How to efficiently chunk data for faster processing and plotting?

Hi all,
I have been using the wonderful COSIMA COOKBOOK to access the OM2 datasets for a while. It’s great for searching and loading datasets, but I am facing a bit of issue with the chunking as I am new to this type of coding. Due to being chunked it is highly efficient to do my processing but when I try to plot these it takes forever.

For example, below is my processed data array for coherence between two variables at every grid point. Now if I want to plot this data (for example using plt.contourf etc.), I think it tries to load the whole data into memory and that’s where it takes forever. I wanted to know if there is a nicer and faster way to do this. Any help would be much appreciated.

1 Like

Hi Sougata,

When you say that your “processing” is very efficient due to chunking, it is not exactly what is happening under the hood.

xarray uses Dask under the hood to store DataArrays, which provides features like chunking and lazy evaluation.

Lazy evaluation means most of the processing you do on the data is not computed immediately. Instead, Dask stores all the operations that need to be carried out in a task graph, that can be viewed with the DataArray method .visualize() (for the low-level task graph) or .dask.visualize() (for the high-level layer graph).

All these tasks (and so the actual processing) will be actually executed only when the data is computed. In your case, this is when you plot the data.
That is why you are experiencing very long processing times only at the time of plotting.

To better understand why it is taking so long to process your data, you can take a look at the total number of tasks your Dask graph has and what that is influenced by.
In general, the more tasks your Dask graph has, the more time it will take to do the processing. Although, this is also influenced by the specific algorithm (operation) you are performing. In addition, chunking greatly influences this performance as well, and will influence the total number of tasks in the Dask graph.

In your case, the Dask graph field in your DataArray says “552 chunks in 1246 graph layers”, which means there are 1246 total “operations” (the nodes in the high-level layer graph) that need to be carried out. Each of this operations has 552 tasks (the number of your chunks), for a total of approximately 552*1246 = 687792 total tasks!! ( you can also check the total number of tasks with len(yourDataArray.dask)).

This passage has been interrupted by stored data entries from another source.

"""The placement flow and a task through a real worker, on the real services users run.

PostgreSQL (127.0.0.1:5432) + Redis (127.0.0.1:6379), and the embedded default: SQLite +
kombu's filesystem transport. Under CI=true a missing service fails these tests.
"""

from __future__ import annotations

import pytest

from tests.conftest import require_service

from .stack import (
    PG_HOST,
    PG_PORT,
    REDIS_HOST,
    REDIS_PORT,
    Stack,
    port_open,
    postgres_database,
    wait_for,
)


@pytest.fixture
def postgres_url():
    require_service(port_open(PG_HOST, PG_PORT), "PostgreSQL on 127.0.0.1:5432")
    with postgres_database() as url:
        yield url


def redis_url() -> str:
    require_service(port_open(REDIS_HOST, REDIS_PORT), "Redis on 127.0.0.1:6379")
    return f"redis://{REDIS_HOST}:{REDIS_PORT}/7"


def check_flow(result: dict) -> None:
    # three posts of the same event: stored once (201, then 200 twice)
    assert result["statuses"] == [201, 200, 200, 201, 201, 200]
    assert result["events"] == 3
    assert result["placements"] == 2
    assert result["moved_x_ok"]
    assert result["mismatches"] == 0


@pytest.mark.postgres
def test_it_runs_the_placement_flow_on_postgresql(tmp_path, postgres_url) -> None:
    stack = Stack(tmp_path, postgres_url, "memory://")
    stack.manage("migrate", "--noinput")
    result = stack.flow("placement_flow")
    assert result["vendor"] == "postgresql"
    check_flow(result)
    for operation in ("UPDATE", "DELETE"):
        assert "append-only" in result["trigger"][operation]


@pytest.mark.postgres
@pytest.mark.redis
def test_it_runs_a_task_through_redis_in_a_real_worker(tmp_path, postgres_url) -> None:
    stack = Stack(tmp_path, postgres_url, redis_url())
    stack.manage("migrate", "--noinput")
    study_pk = stack.flow("placement_flow")["study_pk"]
    assert stack.flow("tamper", study_pk=study_pk)["changed"] == 1
    assert stack.flow("mismatches")["mismatches"] == 1
    with stack.worker(tmp_path / "worker.log"):
        stack.flow("send_rebuild", study_pk=study_pk)
        wait_for(lambda: stack.flow("mismatches")["mismatches"] == 0, timeout=60)


@pytest.mark.postgres
@pytest.mark.redis
def test_a_worker_sends_the_debounced_analysis_of_a_submitted_read_when_it_is_due(
    tmp_path, postgres_url
) -> None:
    """The submit leaves a waiting run in the database (no broker-held message); the real
    worker's timer sends it once the debounce has passed, and the worker computes it (a
    one-reader study: stored as failed, with the reason)."""
    stack = Stack(tmp_path, postgres_url, redis_url())
    stack.env["CAIRN_ANALYSIS_DEBOUNCE_SECONDS"] = "2"
    stack.manage("migrate", "--noinput")
    stack.flow("placement_flow")
    [(status, message, _)] = stack.flow("runs")["runs"]
    assert status == "pending" and message.startswith("waiting:")
    with stack.worker(tmp_path / "worker.log"):
        done = wait_for(
            lambda: [r for r in stack.flow("runs")["runs"] if r[0] in ("completed", "failed")],
            timeout=60,
        )
    assert done[0][0] == "failed" and "two readers" in done[0][2]


def test_it_runs_a_task_through_the_filesystem_transport_with_sqlite(tmp_path) -> None:
    stack = Stack(tmp_path, f"sqlite:///{tmp_path / 'it.sqlite3'}", "filesystem://")
    stack.manage("migrate", "--noinput")
    result = stack.flow("placement_flow")
    check_flow(result)
    stack.flow("tamper", study_pk=result["study_pk"])
    with stack.worker(tmp_path / "worker.log"):
        stack.flow("send_rebuild", study_pk=result["study_pk"])
        wait_for(lambda: stack.flow("mismatches")["mismatches"] == 0, timeout=60)
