"""`manage.py demo` serves the demo with a worker and stops both cleanly on Ctrl-C (SIGINT)."""

from __future__ import annotations

import signal
import socket
import subprocess
import sys
import time
import urllib.request

import psutil
import pytest

from .stack import ROOT, Stack, wait_for


def free_port() -> int:
    with socket.socket() as sock:
        sock.bind(("127.0.0.1", 0))
        return sock.getsockname()[1]


def answers(url: str) -> bool:
    try:
        with urllib.request.urlopen(url, timeout=2) as response:
            return response.status == 200
    except OSError:
        return False


@pytest.mark.slow
def test_it_serves_the_demo_and_stops_web_server_and_worker_on_ctrl_c(tmp_path) -> None:
    stack = Stack(tmp_path, f"sqlite:///{tmp_path / 'demo.sqlite3'}", "filesystem://")
    stack.manage("migrate", "--noinput")
    port = free_port()
    log = open(tmp_path / "demo.log", "w")
    demo = subprocess.Popen([sys.executable, "manage.py", "demo", "--address", f"127.0.0.1:{port}"],
                            cwd=ROOT, env=stack.env, stdout=log, stderr=subprocess.STDOUT)
    try:
        wait_for(lambda: answers(f"http://127.0.0.1:{port}/login/"), timeout=240, interval=1)
        wait_for(lambda: "ready." in (tmp_path / "demo.log").read_text(), timeout=60)
        children = psutil.Process(demo.pid).children()
        assert len(children) == 2
        text = (tmp_path / "demo.log").read_text()
        assert f"http://127.0.0.1:{port}/" in text and "cairn-demo" in text
        demo.send_signal(signal.SIGINT)
        assert demo.wait(timeout=30) == 0
        time.sleep(0.5)
        assert not [c for c in children if c.is_running() and c.status() != psutil.STATUS_ZOMBIE]
    finally:
        if demo.poll() is None:
            demo.kill()
        log.close()
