"""A seeded, simulated multi-reader landmark study with known truth.

Each invented reader places each landmark at the true point plus an isotropic
Gaussian error, a fixed bias, a bias that grows with time (drift), the odd
gross error and the odd landmark wrongly marked not visible. The output has
the same long format as the placements the analysis reads, so the statistics
can be checked against known values and the demo has data to show. All
coordinates are world mm, RAS+.
"""

from __future__ import annotations

from dataclasses import dataclass

import numpy as np
import pandas as pd

from studies.analysis.planning import repeats_for

__all__ = [
    "PLACEMENT_COLUMNS",
    "ReaderModel",
    "SimulatedStudy",
    "SimulationInputError",
    "predictions_from",
    "simulate_study",
]

PLACEMENT_COLUMNS = [
    "case", "landmark", "reader", "read", "x_mm", "y_mm", "z_mm", "absent", "placed_at",
]  # fmt: skip
WASHOUT_DAYS = 14.0
SECONDS_PER_LANDMARK = 30.0
HEAD_BOX_MM = np.array([[-70.0, 70.0], [-90.0, 90.0], [-60.0, 80.0]])  # R, A, S extents


class SimulationInputError(ValueError):
    """Raised when a simulation parameter is out of range; the message quotes it."""


def _vector3(name: str, value: object) -> np.ndarray:
    try:
        arr = np.asarray(value, dtype=np.float64)
    except (TypeError, ValueError) as exc:
        raise SimulationInputError(f"{name} must be 3 finite numbers (mm), got {value!r}") from exc
    if arr.shape != (3,) or not np.isfinite(arr).all():
        raise SimulationInputError(f"{name} must be 3 finite numbers (mm), got {value!r}")
    return arr


def _rate(name: str, value: float) -> float:
    if not 0.0 <= value <= 1.0:
        raise SimulationInputError(f"{name} must lie in [0, 1], got {value!r}")
    return float(value)
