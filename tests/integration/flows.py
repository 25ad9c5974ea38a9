"""Flows run in a subprocess against a real database: `python -m tests.integration.flows NAME JSON`.

Each prints one JSON line with what it observed, for the integration tests to check.
"""

from __future__ import annotations

import json
import sys
import uuid
from datetime import timedelta
from pathlib import Path


def _setup() -> None:
    import django

    django.setup()
    from django.test.utils import setup_test_environment

    setup_test_environment()


def placement_flow() -> dict:
    """Create an open study, place, retry, move, mark not visible, submit through the API."""
    import numpy as np
    from django.conf import settings
    from django.contrib.auth import get_user_model
    from django.db import connection, transaction
    from django.test import Client
    from django.utils import timezone

    from studies.constants import Role
    from studies.imaging.geometry import voxel_to_world
    from studies.imaging.storage import write_case_files
    from studies.models import Placement, PlacementEvent
    from studies.services import cases, studies
    from studies.services.rebuild import find_mismatches
    from tests.conftest import tiny_volume

    users = get_user_model().objects
    pi = users.create_user("pi", password="pw")
    reader = users.create_user("reader_a", password="pw")
    study = studies.create_study(
        name="IT", slug="it-study", coordinator=pi, readers_per_case=1, repeat_fraction=0.0, seed=1
    )
    studies.set_protocol(
        study, [{"code": "A", "name": "A"}, {"code": "B", "name": "B", "may_be_absent": True}]
    )
    volume = tiny_volume()
    stored = write_case_files(Path(settings.CAIRN_DATA_DIR), "it/case", volume)
    cases.create_case(study, stored, checksum=volume.checksum, label="it-case")
    studies.add_member(study, reader, Role.READER)
    studies.open_study(study, now=timezone.now() - timedelta(hours=1))
    read = study.reads.get()
    client = Client()
    client.force_login(reader)
    xyz = voxel_to_world(np.array(read.case.affine), np.array([3.5, 4.25, 5.0]))
    body = {
        "client_event_id": str(uuid.uuid4()),
        "client_time": timezone.now().isoformat(),
        "landmark": "A",
        "kind": "placed",
        "x_mm": xyz[0],
        "y_mm": xyz[1],
        "z_mm": xyz[2],
        "base_version": 0,
    }
    url = f"/api/v1/reads/{read.code}/events/"
    statuses = [
        client.post(url, body, content_type="application/json").status_code for _ in range(3)
    ]
    moved = dict(body, client_event_id=str(uuid.uuid4()), kind="moved", x_mm=xyz[0] + 1.0,
                 base_version=1)
    statuses.append(client.post(url, moved, content_type="application/json").status_code)
    absent = {
        "client_event_id": str(uuid.uuid4()),
        "client_time": timezone.now().isoformat(),
        "landmark": "B",
        "kind": "marked_absent",
        "base_version": 2,
    }
    statuses.append(client.post(url, absent, content_type="application/json").status_code)
    statuses.append(client.post(f"/api/v1/reads/{read.code}/submit/").status_code)
    trigger = {}
    if connection.vendor == "postgresql":
        for sql in (
            "UPDATE studies_placementevent SET x_mm = 0",
            "DELETE FROM studies_placementevent",
        ):
            try:
                with transaction.atomic(), connection.cursor() as cursor:
                    cursor.execute(sql)
                trigger[sql.split()[0]] = "allowed"
            except Exception as error:
                trigger[sql.split()[0]] = str(error).splitlines()[0]
    placement = Placement.objects.get(landmark__code="A")
    return {
        "vendor": connection.vendor,
        "statuses": statuses,
        "events": PlacementEvent.objects.count(),
        "placements": Placement.objects.count(),
        "moved_x_ok": bool(abs(placement.x_mm - (xyz[0] + 1.0)) < 1e-9),
        "mismatches": len(find_mismatches()),
        "trigger": trigger,
        "study_pk": study.pk,
    }


def tamper(study_pk: int) -> dict:
    from studies.models import Placement

    changed = Placement.objects.filter(read__study_id=study_pk, state="placed").update(x_mm=123.0)
    return {"changed": changed}


def send_rebuild(study_pk: int) -> dict:
    from studies.tasks import rebuild_placements_task

    rebuild_placements_task.delay(study_pk=study_pk)
    return {"sent": True}


def runs() -> dict:
    """Every analysis run: [status, progress message, reason], oldest first."""
    from studies.models import AnalysisRun

    rows = AnalysisRun.objects.order_by("pk").values_list("status", "progress_message", "reason")
    return {"runs": [list(row) for row in rows]}


def mismatches() -> dict:
    from studies.services.rebuild import find_mismatches

    return {"mismatches": len(find_mismatches())}


if __name__ == "__main__":
    _setup()
    name, arguments = sys.argv[1], json.loads(sys.argv[2] if len(sys.argv) > 2 else "{}")
    print(json.dumps(globals()[name](**arguments)))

I don’t use xarray as much anymore, so I might be wrong here, but that sounds like a lot of tasks!!
The main reasons might be your chunks being too small, so you might be able to have less chunks but bigger in size. Also note that every chunk is currently 6MB, which can be safely increased without any memory-related issues.

The main chunking direction (coordinates along which you are chunking) also highly influences performance, and depending on your operations there might be better/worse way to chunk your data.

As mentioned above, I don’t use xarray and dask often anymore, so other people might be able to give you more practical indications on best practices for chunking and performance.
As a starting point, you might want to check out Array Best Practices and Dask Best Practices.

Hope this helps.

Cheers
Davide

3 Likes

Thanks very much @atteggiani for such a detailed and insightful answer. It cleared much of doubts! I will try out your suggestions : )

1 Like

(if @atteggiani answers clarifies your questions @sb4233 then click the Select if this reply solves the problem at the bottom of the post?)

2 Likes

Hey @sb4233 - if you are working with OM2 regularly and want to explore and help document how to improve xarray / dask workflows then consider jumping over here and documenting more specifics about your use case.

We have spare compute and TB’s of storage to enable analysis-ready data (ARD) workflows in the new vn19 project.

3 Likes

Thanks @Thomas-Moore for introducing vn19! It seems like a great initiative for addressing questions related to analyzing large datasets. Will try to be an active participant :slight_smile:

2 Likes